Nicholas Currie's family hung their own work on the walls. Currie painted with his nan; his dad drew patterns while taking phone calls.

Drawing from the tradition of art not as institution but as record, as history, Currie’s debut exhibit UN-SPORTS-MAN-LIKE revels in the body, in dance, and performance, as well as sport and manual labour. The title itself references the axis of combination at play in Currie as a character: sports-like and un-sports; man, man-like and un-man-like. See Feet painting: a series of four black boards washed with white where Currie mixed cultural dance with, as he says, him “just slipping and sliding”.

“In a larger, white institution, the idea of trauma porn is so overused. With this, I’m trying to understand, what can I do to be post-that, and past that?

“Well, I can just exist.”

As a mixed Indigenous and Anglo-Saxon Australian bisexual man, identity figures as a touchstone in Currie’s work. In Body print, Currie presents a canvas alongside a video performance. He starts off clothed in a black T-shirt and jeans, spreadeagle on a white tarp, red paint and apple not far. He unties his shoes. He stretches to each hamstring, each arm. He jogs the perimeter and guards around, his arms up in defence. He unbuttons his jeans, folds them. He takes off his shirt, folds it, and spreads red paint over his body. He paints the canvas. He swans to each side. He eats the apple.

“This [work] came from … the question of vulnerability, and what it means to exist. And not even exist as a black person. Just existing, in general. Looking at cultural heritage, but also my being.

“I used to call myself a storyteller. With musical theatre, I was always telling other people’s stories. But here, I’m telling my story.”

The painting Back problems is all blue shoulder blades shot through with heat. I miss my brother mixes acrylic, oil and ink to give what can only be described as flesh-tone: the tone of flesh. The space is dominated by Fellas: four figures of plaster cast skulls and hi-vis shirts and sports jerseys—go Diamond Creekers!—draped over timber, propped on cinderblocks. Currie tells me the clothing is from his personal wardrobe.

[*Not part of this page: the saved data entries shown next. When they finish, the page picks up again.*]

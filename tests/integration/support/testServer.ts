import { mkdtempSync, rmSync } from 'node:fs';
import type { AddressInfo } from 'node:net';
import os from 'node:os';
import path from 'node:path';
import { pino } from 'pino';
import { createApp } from '../../../server/app';
import { folderBlobStore } from '../../../server/blobs/folderBlobStore';
import { readConfig } from '../../../server/config';
import { systemIds, type Deps } from '../../../server/deps';
import { FailureMemory } from '../../../server/http/rateLimit';
import { keyringCache } from '../../../server/keys/keyring';
import { nodeRecordCrypto } from '../../../server/keys/nodeRecordCrypto';
import { FoldCache } from '../../../server/modules/sync/foldCache';
import { openClient } from '../../../server/tenancy/client';
import { createTestDatabase, type TestDatabase } from '../../support/testDatabase';

/** A server in this process, on a database of its own, whose clock the test moves. */
export interface TestServer {
  deps: Deps;
  database: TestDatabase;
  url: string;
  /** Lines of the log at level error: a 500 is seen there, whatever the answer says. */
  errors: string[];
  /** Moves the clock. */
  pass(milliseconds: number): void;
  close(): Promise<void>;
}

/** When the tests' clock stands at first. */
export const START = Date.parse('2026-06-13T15:00:00.000Z');

const configFor = (database: TestDatabase, folder: string, demo: boolean) =>
  readConfig({
    NODE_ENV: 'test',
    DATABASE_URL: database.appUrl,
    APP_SECRET: 'only-for-integration-tests-0123456789',
    PUBLIC_URL: 'http://localhost:4180',
    BLOB_DIR: path.join(folder, 'blobs'),
    DIST_DIR: path.join(folder, 'dist'),
    DEMO: demo ? '1' : '0',
  });

const logInto = (errors: string[]) => pino({ level: 'error' }, { write: (line: string) => void errors.push(line) });

const depsFor = (database: TestDatabase, folder: string, demo: boolean, errors: string[]) => {
  let now = START;
  const clock = { now: () => new Date(now), mono: () => now - START, boot: 'test-server' };
  const config = configFor(database, folder, demo);
  const deps: Deps = {
    config,
    clock,
    log: logInto(errors),
    client: openClient(config.databaseUrl, (error) => void errors.push(error.message)),
    blobs: folderBlobStore(config.blobDir),
    keyring: keyringCache(config),
    crypto: nodeRecordCrypto(),
    failures: new FailureMemory(),
    folds: new FoldCache(),
    proofPdf: () => Promise.resolve(new TextEncoder().encode('%PDF- of a test')),
    ids: systemIds(clock.now),
  };
  return { deps, pass: (milliseconds: number) => void (now += milliseconds) };
};

/** Starts the real application on a free port. Close it in `afterAll`. */
export const startTestServer = async ({ demo = false, seeded = false } = {}): Promise<TestServer> => {
  const database = await createTestDatabase({ seeded });
  const folder = mkdtempSync(path.join(os.tmpdir(), 'boltwalk-test-'));
  const errors: string[] = [];
  const { deps, pass } = depsFor(database, folder, demo, errors);
  const listening = createApp(deps).listen(0, '127.0.0.1');
  await new Promise((resolve) => listening.once('listening', resolve));
  const { port } = listening.address() as AddressInfo;
  return {
    deps,
    database,
    url: `http://127.0.0.1:${port}`,
    errors,
    pass,
    async close() {
      listening.closeAllConnections();
      await new Promise((resolve) => listening.close(resolve));
      await deps.client.close();
      database.drop();
      rmSync(folder, { recursive: true, force: true });
    },
  };
};
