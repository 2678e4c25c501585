import { randomUUID } from 'node:crypto';
import { CompactEncrypt, importJWK } from 'jose';
import { enrolmentProofText, type EnrolledTablet } from '@shared/contracts/tablets.contract';
import { canonicalJson } from '@shared/record/canonicalJson';
import type { SignedEvent } from '@shared/record/envelope';
import { signDetached } from '@shared/record/signature';
import type { Role } from '@shared/people/roles';
import { openLog, walkOn, type SealFor, type WalkLog } from '../../../db/seed/walker/walkLog';
import type { WalkPlan } from '../../../db/seed/walker/walkOn';
import type { WalkSetting } from '../../../db/seed/walker/walkBook';
import { sha256Hex } from '../../../server/deps';
import { makeTestSigner, testCrypto, type TestSigner } from '../../support/testSigner';
import { anybody, callerWith, signedIn, type Caller, type Reply } from './calls';
import { START, type TestServer } from './testServer';
import type { TestPerson, TestShop } from './testShop';

/** An enrolled tablet of a test. */
export interface TestTablet extends Caller {
  shop: TestShop;
  key: TestSigner;
  enrolled: EnrolledTablet;
  /** Catalogue cursor when it was enrolled. */
  known: number;
  /** Seals a PIN as the tablet would. */
  seal(payload: Record<string, unknown>): Promise<string>;
}

/** Makes an enrolment code as the shop's admin. */
export const enrolmentCode = async (server: TestServer, shop: TestShop): Promise<string> => {
  const admin = await signedIn(server, shop.people.admin);
  const reply = await admin.send('POST', '/api/tablets/enrolment-codes', {});
  return String((reply.body as unknown as { code: string }).code);
};

/** Enrols with a code. */
export const enrolWith = async (
  server: TestServer,
  code: string,
  key: TestSigner,
  name = 'Stand 2',
): Promise<Reply> => {
  const proof = await signDetached(enrolmentProofText(code, key.signer.kid), key.signer);
  return anybody(server).send('POST', '/api/tablets/enrol', { code, name, publicJwk: key.publicJwk, proof });
};

/** Enrols a tablet into a shop. */
export const enrolledTablet = async (server: TestServer, shop: TestShop): Promise<TestTablet> => {
  const key = await makeTestSigner();
  const reply = await enrolWith(server, await enrolmentCode(server, shop), key);
  if (reply.status !== 201) throw new Error(`enrolment: ${reply.status} ${JSON.stringify(reply.body)}`);
  const enrolled = reply.body as unknown as EnrolledTablet;
  const seal = async (payload: Record<string, unknown>): Promise<string> => {
    const { kid, ...jwk } = enrolled.sealingKey;
    return new CompactEncrypt(new TextEncoder().encode(canonicalJson(payload)))
      .setProtectedHeader({ alg: 'ECDH-ES', enc: 'A256GCM', kid })
      .encrypt(await importJWK(jwk, 'ECDH-ES'));
  };
  const caller = callerWith(server, { authorization: `Bearer ${enrolled.token}` });
  const catalogue = await caller.get('/api/tablet/catalogue');
  const { cursor: known } = catalogue.body as unknown as { cursor: number };
  return { ...caller, shop, key, enrolled, known, seal };
};

/** A walk on a tablet, with the seals that travel beside its events. */
export interface TabletWalk {
  id: string;
  tablet: TestTablet;
  log: WalkLog;
  /** Sealed PINs by their hash, as the events name them. */
  seals: Map<string, string>;
  /** The batch of some of its events (default: all) as a body. */
  batch(from?: number, to?: number): { branch: number; events: SignedEvent[]; seals: { hash: string; jwe: string }[] };
  /** Sends some of its events. */
  send(from?: number, to?: number): Promise<Reply>;
}

const settingFor = (tablet: TestTablet, more: Partial<WalkSetting>): WalkSetting => {
  const { shop } = tablet;
  const { technician, colleague, supervisor } = shop.people;
  const roles = Object.fromEntries(Object.values(shop.people).map((one) => [one.id, one.roles])) as Record<
    string,
    Role[]
  >;
  return {
    job: shop.job,
    joint: shop.joint,
    procedure: shop.procedure.document,
    revision: shop.procedure.revision,
    hash: shop.procedure.hash,
    tablet: tablet.enrolled.tablet.id,
    boot: 'boot-1',
    known: tablet.known,
    startMs: START - 3_600_000 * 3,
    people: roles,
    pulls: technician.id,
    records: colleague.id,
    supervisor: supervisor.id,
    wrenches: shop.wrenches,
    ...more,
  };
};

const pinOf = (shop: TestShop, id: string): TestPerson | undefined =>
  Object.values(shop.people).find((person) => person.id === id);

/** A walk whose events this tablet signs; PINs are right unless `pin` says another. */
export const tabletWalk = (
  tablet: TestTablet,
  more: Partial<WalkSetting> & { pin?: string; id?: string } = {},
): TabletWalk => {
  const { pin: wrongPin, id = randomUUID(), ...setting } = more;
  const seals = new Map<string, string>();
  const seal = async ({ walk, seq, prev, person, meaning }: SealFor): Promise<string> => {
    const pin = wrongPin ?? pinOf(tablet.shop, person)?.pin ?? '';
    const jwe = await tablet.seal({ pin, person, walk, seq, prev, meaning, pinVersion: 1 });
    const hash = sha256Hex(jwe);
    seals.set(hash, jwe);
    return hash;
  };
  const log = openLog(settingFor(tablet, setting), {
    shop: tablet.shop.id,
    walk: id,
    tablet: tablet.key.signer,
    crypto: testCrypto,
    seal,
  });
  const batch = (from = 0, to = log.signed.length) => {
    const events = log.signed.slice(from, to);
    const carried = events.flatMap(({ text, hash }) =>
      [...seals].filter(([sealHash]) => text.includes(sealHash)).map(([, jwe]) => ({ hash, jwe })),
    );
    return { branch: 0, events, seals: carried };
  };
  const send = (from?: number, to?: number) => tablet.send('POST', `/api/tablet/walks/${id}/events`, batch(from, to));
  return { id, tablet, log, seals, batch, send };
};

/** A walk taken as far as a plan goes. */
export const walked = async (
  tablet: TestTablet,
  plan: WalkPlan = {},
  more: Parameters<typeof tabletWalk>[1] = {},
): Promise<TabletWalk> => {
  const walk = tabletWalk(tablet, more);
  await walkOn(walk.log, plan);
  return walk;
};
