import { createHash, randomUUID } from 'node:crypto';
import { exportJWK, generateKeyPair } from 'jose';
import { jobJoints, jobs } from '@db/schema/jobs';
import { people, pins } from '@db/schema/people';
import { procedureRevisions, procedures } from '@db/schema/procedures';
import { shops } from '@db/schema/shops';
import { wrenches } from '@db/schema/wrenches';
import { defaultShopSettings, type ShopSettings } from '@shared/contracts/settings.contract';
import type { WrenchSnapshot } from '@shared/crib/wrench';
import type { Role } from '@shared/people/roles';
import type { ProcedureDocument } from '@shared/procedure/procedure';
import { canonicalJson } from '@shared/record/canonicalJson';
import type { PublicJwk } from '@shared/record/crypto';
import { jwkThumbprint } from '@shared/record/jwkThumbprint';
import { headD6 } from '../../../db/seed/procedures/headD6';
import { brindleWrenches } from '../../../db/seed/wrenches';
import type { Deps } from '../../../server/deps';
import { hashSecret } from '../../../server/keys/passwords';
import { insertShopKey } from '../../../server/modules/shopKeys/shopKeys.repository';
import { withShop, type ShopTx } from '../../../server/tenancy/withShop';
import { START } from './testServer';

/** Somebody of a test's shop. */
export interface TestPerson {
  id: string;
  name: string;
  email: string;
  password: string;
  pin: string;
  roles: Role[];
}

/** A shop with one of everything. */
export interface TestShop {
  id: string;
  people: Record<'technician' | 'colleague' | 'supervisor' | 'clerk' | 'keeper' | 'admin', TestPerson>;
  procedure: { id: string; document: ProcedureDocument; hash: string; revision: number };
  wrenches: WrenchSnapshot[];
  job: string;
  jobNumber: string;
  joint: string;
}

const PASSWORD = 'a password of the tests';
const PIN = '481526';

/** SHA-256 (hex) of a document's canonical JSON, as `walk.opened` names it. */
export const documentHash = (document: ProcedureDocument): string =>
  createHash('sha256').update(canonicalJson(document)).digest('hex');

const makeKey = async (tx: ShopTx, deps: Deps, purpose: 'signing' | 'sealing') => {
  const pair = await (purpose === 'signing'
    ? generateKeyPair('ES256', { extractable: true })
    : generateKeyPair('ECDH-ES', { crv: 'P-256', extractable: true }));
  const { x = '', y = '' } = await exportJWK(pair.publicKey);
  const publicJwk: PublicJwk = { kty: 'EC', crv: 'P-256', x, y };
  const kid = await jwkThumbprint(publicJwk, deps.crypto);
  await insertShopKey(tx, deps.config, { kid, purpose, publicJwk, privateJwk: await exportJWK(pair.privateKey) });
};

let secrets: Promise<{ passwordHash: string; pinHash: string }> | undefined;
const hashed = () =>
  (secrets ??= Promise.all([hashSecret(PASSWORD), hashSecret(PIN)]).then(([passwordHash, pinHash]) => ({
    passwordHash,
    pinHash,
  })));

const makePerson = async (tx: ShopTx, name: string, roles: Role[]): Promise<TestPerson> => {
  const { passwordHash, pinHash } = await hashed();
  const id = randomUUID();
  const email = `${name}@${tx.shop.slice(0, 8)}.example`;
  await tx.db.insert(people).values({ shopId: tx.shop, id, name, email, passwordHash, roles, pinVersion: 1 });
  await tx.db.insert(pins).values({ shopId: tx.shop, personId: id, version: 1, hash: pinHash });
  return { id, name, email, password: PASSWORD, pin: PIN, roles };
};

const makePeople = async (tx: ShopTx): Promise<TestShop['people']> => ({
  technician: await makePerson(tx, 'technician', ['technician']),
  colleague: await makePerson(tx, 'colleague', ['technician']),
  supervisor: await makePerson(tx, 'supervisor', ['supervisor']),
  clerk: await makePerson(tx, 'clerk', ['clerk']),
  keeper: await makePerson(tx, 'keeper', ['keeper']),
  admin: await makePerson(tx, 'admin', ['admin']),
});

/** Writes a procedure with one approved revision. */
export const makeProcedure = async (
  tx: ShopTx,
  document: ProcedureDocument,
  by: string,
): Promise<TestShop['procedure']> => {
  const id = randomUUID();
  const hash = documentHash(document);
  const { code, title, engine, component } = document;
  const approved = { state: 'approved' as const, writtenBy: by, approvedBy: by, approvedAt: new Date(START) };
  await tx.db.insert(procedures).values({ shopId: tx.shop, id, code, title, engine, component });
  await tx.db
    .insert(procedureRevisions)
    .values({ shopId: tx.shop, procedureId: id, revision: 4, hash, document, ...approved });
  return { id, document, hash, revision: 4 };
};

/** Opens a job with one joint of a procedure. */
export const makeJob = async (tx: ShopTx, procedureCode: string, number: string) => {
  const [id, joint] = [randomUUID(), randomUUID()];
  await tx.db.insert(jobs).values({
    shopId: tx.shop,
    id,
    number,
    customer: 'Quarry Road Haulage',
    engineFamily: 'Ossery',
    engineModel: 'D6 3.8',
    engineSerial: `OD6-${number}`,
    vin: 'ZZ9KD63X5TB004417',
    claim: 'WR-88120',
  });
  await tx.db.insert(jobJoints).values({ shopId: tx.shop, id: joint, jobId: id, procedureCode });
  return { id, joint };
};

/** Makes a shop with keys, six people, a procedure, a crib, a job. */
export const makeTestShop = (
  deps: Deps,
  { settings = {}, document = headD6 }: { settings?: Partial<ShopSettings>; document?: ProcedureDocument } = {},
): Promise<TestShop> => {
  const id = randomUUID();
  return withShop(deps.client, id, async (tx) => {
    const name = `Shop ${id.slice(0, 4)}`;
    const whole = { ...defaultShopSettings, ...settings };
    await tx.db.insert(shops).values({ id, name, prefix: 'BL', timeZone: 'Europe/London', settings: whole });
    await makeKey(tx, deps, 'signing');
    await makeKey(tx, deps, 'sealing');
    const people = await makePeople(tx);
    const procedure = await makeProcedure(tx, document, people.supervisor.id);
    const crib = brindleWrenches(START, () => randomUUID());
    for (const snapshot of crib) {
      const { id: wrench, tag, state } = snapshot;
      await tx.db.insert(wrenches).values({ shopId: tx.shop, id: wrench, tag, snapshot, state });
    }
    const jobNumber = `24-${id.slice(0, 4)}`;
    const { id: job, joint } = await makeJob(tx, document.code, jobNumber);
    return { id, people, procedure, wrenches: crib, job, jobNumber, joint };
  });
};
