import type { PublicProof } from '@shared/contracts/proofs.contract';
import { withholdSide } from '@shared/proof/sealProof';
import { SHOWN_OUTSIDE } from '@shared/proof/sideSheet';
import type { PublicJwk } from '@shared/record/crypto';
import type { Deps } from '../../deps';
import { notFound } from '../../http/errors';
import type { ShopTx } from '../../tenancy/withShop';
import { proofUnknown } from '../proofs/proofs.errors';
import { publicUrlOf } from '../proofs/proofs.mapping';
import { findProofByToken, issuesOf, type ProofRecord } from '../proofs/proofs.repository';
import { storedHashes } from '../proofs/storedHashes';
import { findShop } from '../shops/shops.repository';

const successorOf = async (deps: Deps, tx: ShopTx, proof: ProofRecord): Promise<PublicProof['supersededBy']> => {
  if (proof.state !== 'superseded') return null;
  const [newest] = await issuesOf(tx, proof.number);
  if (!newest || newest.id === proof.id) return null;
  const { number, issue, publicToken } = newest;
  return { number, issue, publicUrl: publicUrlOf(deps.config.publicUrl, publicToken) };
};

/** What anybody with the QR code sees: today's truth about a proof, names and customer withheld (D2, D3). */
export const publicProofByToken = async (deps: Deps, tx: ShopTx, token: string): Promise<PublicProof> => {
  const proof = await findProofByToken(tx, token);
  const shop = await findShop(tx);
  if (!proof || !shop) throw proofUnknown();
  return {
    number: proof.number,
    issue: proof.issue,
    state: proof.state,
    shop: { id: shop.id, name: shop.name },
    issuedAt: proof.issuedAt.toISOString(),
    reason: proof.revokedReason,
    supersededBy: await successorOf(deps, tx, proof),
    jws: withholdSide(proof.jws, SHOWN_OUTSIDE),
    keys: (await deps.keyring(tx)).signingKeys,
    stored: await storedHashes(tx, proof),
  };
};

/** The shop's signing keys, past ones too. Throws 404 `shop.unknown`. */
export const publicKeysOf = async (deps: Deps, tx: ShopTx): Promise<{ keys: (PublicJwk & { kid: string })[] }> => {
  if (!(await findShop(tx))) throw notFound('shop.unknown', 'There is no such shop.');
  return { keys: (await deps.keyring(tx)).signingKeys };
};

“They personify—and are—genuine fellas I’d seen in my life, mirror-images of what and where I’ve been.

“There’s Hill from Grant Hill, Buddy Franklin, my brother James and my dad Rodney.”

Fellas. From left: Rodney, Buddy, James, Hill.

“When you play a sport—for me, probably, basketball—when you get rough—it’s an unsportsmanlike foul. If I go up for a lay-up and I whack someone’s arm or do something to intentionally hurt them, that’s an unsportsmanlike foul. That word kept on flowing into my head and it rolls so beautiful off the tongue. Yeah, I’m unsportsmanlike. I present as this man, but there’s some qualities, which are not typical, masculine Australian. While playing sport I was still in this body, but I was killing it. But I’d still be called a poofter, or a dirty abo. Like, oh, I’m not made for this world.

“But I’m still existing in this world.”

UN-SPORTS-MAN-LIKE is open to the public at Blak Dot Gallery (33 Saxon Street, Brunswick) from November 11th—28th.